Seiring dengan membaiknya ekonomi global, polusi pun berpotensi meningkat kembali. Sejauh mana negara mempertahankan tingkat polusi yang lebih rendah tergantung pada kebijakan lingkungan dan energi, perilaku kolektif, dan restrukturisasi ekonomi. Di tahun-tahun mendatang, krisis iklim dapat berdampak pada pertumbuhan ekonomi global ke depan. Dalam analisisnya, Stern (2008) berpendapat bahwa tanpa tindakan, biaya perubahan iklim akan setara dengan kehilangan 5 % dari PDB global setiap tahun.

Oleh karena itu, perubahan iklim dan pertumbuhan ekonomi saling terkait. Krisis ekonomi akibat perubahan iklim yang lebih dalam dapat melanda negara-negara berkembang. Pertanyaannya adalah bagaimana negara di dunia melakukan integrasi dalam mengurangi emisi untuk mengurangi kerugian ekonomi akibat perubahan iklim.

Pertama, aspek energi, lingkungan, dan iklim menunjukkan perlunya keberlanjutan sumber daya untuk memenuhi kebutuhan generasi saat ini dan mempertahankan sumber daya untuk generasi mendatang. Dampak energi, lingkungan, dan perubahan iklim dari pandemi bersifat jangka pendek. Namun, perubahan dalam konsumsi energi, polusi, dan hasil iklim memerlukan perencanaan jangka panjang. Dalam konteks ini, optimalisasi kombinasi energi dan mitigasi perubahan iklim akan membantu menentukan kekuatan ekonomi masa depan.

Kedua, transisi energi yang mengalami percepatan saat pandemi memerlukan kekuatan finansial dari pelaku energi dan dukungan untuk industri bahan bakar fosil. Pandemi dapat mempercepat tren peningkatan efisiensi biaya dan penggunaan teknologi terbarukan, seperti surya, angin, dan panas bumi. Hal ini mendukung investasi dalam teknologi bersih dan potensi divestasi dari bahan bakar fosil.

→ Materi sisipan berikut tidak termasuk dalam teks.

/// Machine limits of the feed on the tool-centre path, in one consistent set of units (e.g.
/// mm and s: feed in mm/s, acceleration in mm/s^2, jerk in mm/s^3, angular speed in rad/s).
#[repr(C)]
#[derive(Debug, Clone, Copy, PartialEq, Default)]
pub struct StrakeCentreFeedLimits {
    /// Programmed (largest) feed of the cutter-location point; positive and finite.
    pub feed: f64,
    /// Largest path acceleration; positive and finite.
    pub max_acceleration: f64,
    /// Largest jerk; positive and finite, or 0 for none (the jerk rule needs points of order 4).
    pub max_jerk: f64,
    /// Largest angular speed of the tool axis (rad per time unit); positive and finite, or 0
    /// for none.
    pub max_angular_speed: f64,
}

/// Which limit decides the feed on the centre path: the values of `StrakeCentreFeed.bound`.
#[repr(u32)]
#[derive(Debug, Clone, Copy, PartialEq, Eq)]
pub enum StrakeFeedBound {
    /// 0: the programmed feed.
    Programmed = 0,
    /// 1: the acceleration limit.
    Acceleration = 1,
    /// 2: the jerk limit.
    Jerk = 2,
    /// 3: the tool axis's angular speed limit.
    AngularSpeed = 3,
}

/// The feed allowed at a sample of the centre path and what limits it (feeds in length per
/// time unit of the limits). A bound that does not apply (no curvature, no jerk limit, an axis
/// that does not turn) is +infinity (`HUGE_VAL`); `feed` is always finite.
#[repr(C)]
#[derive(Debug, Clone, Copy, PartialEq, Default)]
pub struct StrakeCentreFeed {
    /// The highest feed of the cutter-location point: the least of the programmed feed and
    /// the three bounds below.
    pub feed: f64,
    /// sqrt(a_max / kc).
    pub acceleration_feed: f64,
    /// (j_max / jerk_figure)^(1/3).
    pub jerk_feed: f64,
    /// w_max / axis_rate.
    pub angular_feed: f64,
    /// The same feed as the contact point moves: feed / speed_ratio (for hosts that program
    /// the contact path).
    pub contact_feed: f64,
    /// Which bound gives `feed`: a `STRAKE_FEED_BOUND_...` value (the first of programmed,
    /// acceleration, jerk, angular speed on a tie).
    pub bound: u32,
}

impl From<&crate::toolpath::CentreFeed> for StrakeCentreFeed {
    fn from(f: &crate::toolpath::CentreFeed) -> Self {
        use crate::toolpath::FeedBound;
        StrakeCentreFeed {
            feed: f.feed,
            acceleration_feed: f.acceleration_feed,
            jerk_feed: f.jerk_feed,
            angular_feed: f.angular_feed,
            contact_feed: f.contact_feed,
            bound: match f.bound {
                FeedBound::Programmed => StrakeFeedBound::Programmed,
                FeedBound::Acceleration => StrakeFeedBound::Acceleration,
                FeedBound::Jerk => StrakeFeedBound::Jerk,
                FeedBound::AngularSpeed => StrakeFeedBound::AngularSpeed,
            } as u32,
        }
    }
}

/// A surface point with its partial derivatives to fourth order, filled by a host callback of
/// `strake_surface_from_high_callback`. The first six entries are those of
/// `StrakeSurfaceJet`, in the same order; each entry is an (x, y, z) triple in the host's
/// length unit per power of the surface parameters. strake sets every entry to zero before it
/// calls the host, so entries above the requested order may be left alone.
#[repr(C)]
#[derive(Debug, Clone, Copy, PartialEq, Default)]
pub struct StrakeSurfaceHighJet {
    /// The point S(u, v).
    pub p: [f64; 3],
    /// dS/du (order >= 1).
    pub su: [f64; 3],
    /// dS/dv (order >= 1).
    pub sv: [f64; 3],
    /// d2S/du2 (order >= 2).
    pub suu: [f64; 3],
    /// d2S/dudv (order >= 2).
    pub suv: [f64; 3],
    /// d2S/dv2 (order >= 2).
    pub svv: [f64; 3],
    /// d3S/du3 (order >= 3).
    pub suuu: [f64; 3],
    /// d3S/du2dv (order >= 3).
    pub suuv: [f64; 3],
    /// d3S/dudv2 (order >= 3).
    pub suvv: [f64; 3],
    /// d3S/dv3 (order >= 3).
    pub svvv: [f64; 3],
    /// d4S/du4 (order 4).
    pub suuuu: [f64; 3],
    /// d4S/du3dv (order 4).
    pub suuuv: [f64; 3],
    /// d4S/du2dv2 (order 4).
    pub suuvv: [f64; 3],
    /// d4S/dudv3 (order 4).
    pub suvvv: [f64; 3],
    /// d4S/dv4 (order 4).
    pub svvvv: [f64; 3],
}

impl StrakeSurfaceHighJet {
    /// The second-order part, as the Rust jet.
    pub fn jet(&self) -> SurfaceJet {
        SurfaceJet {
            p: vec3(self.p),
            su: vec3(self.su),
            sv: vec3(self.sv),
            suu: vec3(self.suu),
            suv: vec3(self.suv),
            svv: vec3(self.svv),
        }
    }

    /// The partials of the Rust API to `order` (entries above it zero).
    pub fn partials(&self, order: usize) -> crate::geometry::jet::SurfacePartials {
        let mut p = crate::geometry::jet::SurfacePartials {
            order,
            ..Default::default()
        };
        // (i, j, entry): d[i][j] = d^(i+j) S / du^i dv^j.
        let entries: [(usize, usize, [f64; 3]); 15] = [
            (0, 0, self.p),
            (1, 0, self.su),
            (0, 1, self.sv),
            (2, 0, self.suu),
            (1, 1, self.suv),
            (0, 2, self.svv),
            (3, 0, self.suuu),
            (2, 1, self.suuv),
            (1, 2, self.suvv),
            (0, 3, self.svvv),
            (4, 0, self.suuuu),
            (3, 1, self.suuuv),
            (2, 2, self.suuvv),
            (1, 3, self.suvvv),
            (0, 4, self.svvvv),
        ];
        for (i, j, e) in entries {
            if i + j <= order {
                p.d[i][j] = vec3(e);
            }
        }
        p
    }
}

Dengan demikian, pandemi ini juga membutuhkan gerakan kebersamaan interkoneksi finansial global dalam tata kelola energi global secara terkoordinasi. Tanpa adanya interkoneksi, sistem kerja sama global saat ini justru dapat berdampak dalam memperkuat desentralisasi tata kelola energi dari skala multilateral menjadi nasional, serta dari skala transnasional menjadi lokal sehingga Pemerintah perlu meningkatkan partisipasi di level internasional. Selain itu, respons Pemerintah dan perusahaan energi terhadap pandemi memerlukan prioritas optimalisasi kombinasi antara dekarbonisasi, teknologi energi bersih dan ketahanan energi nasional.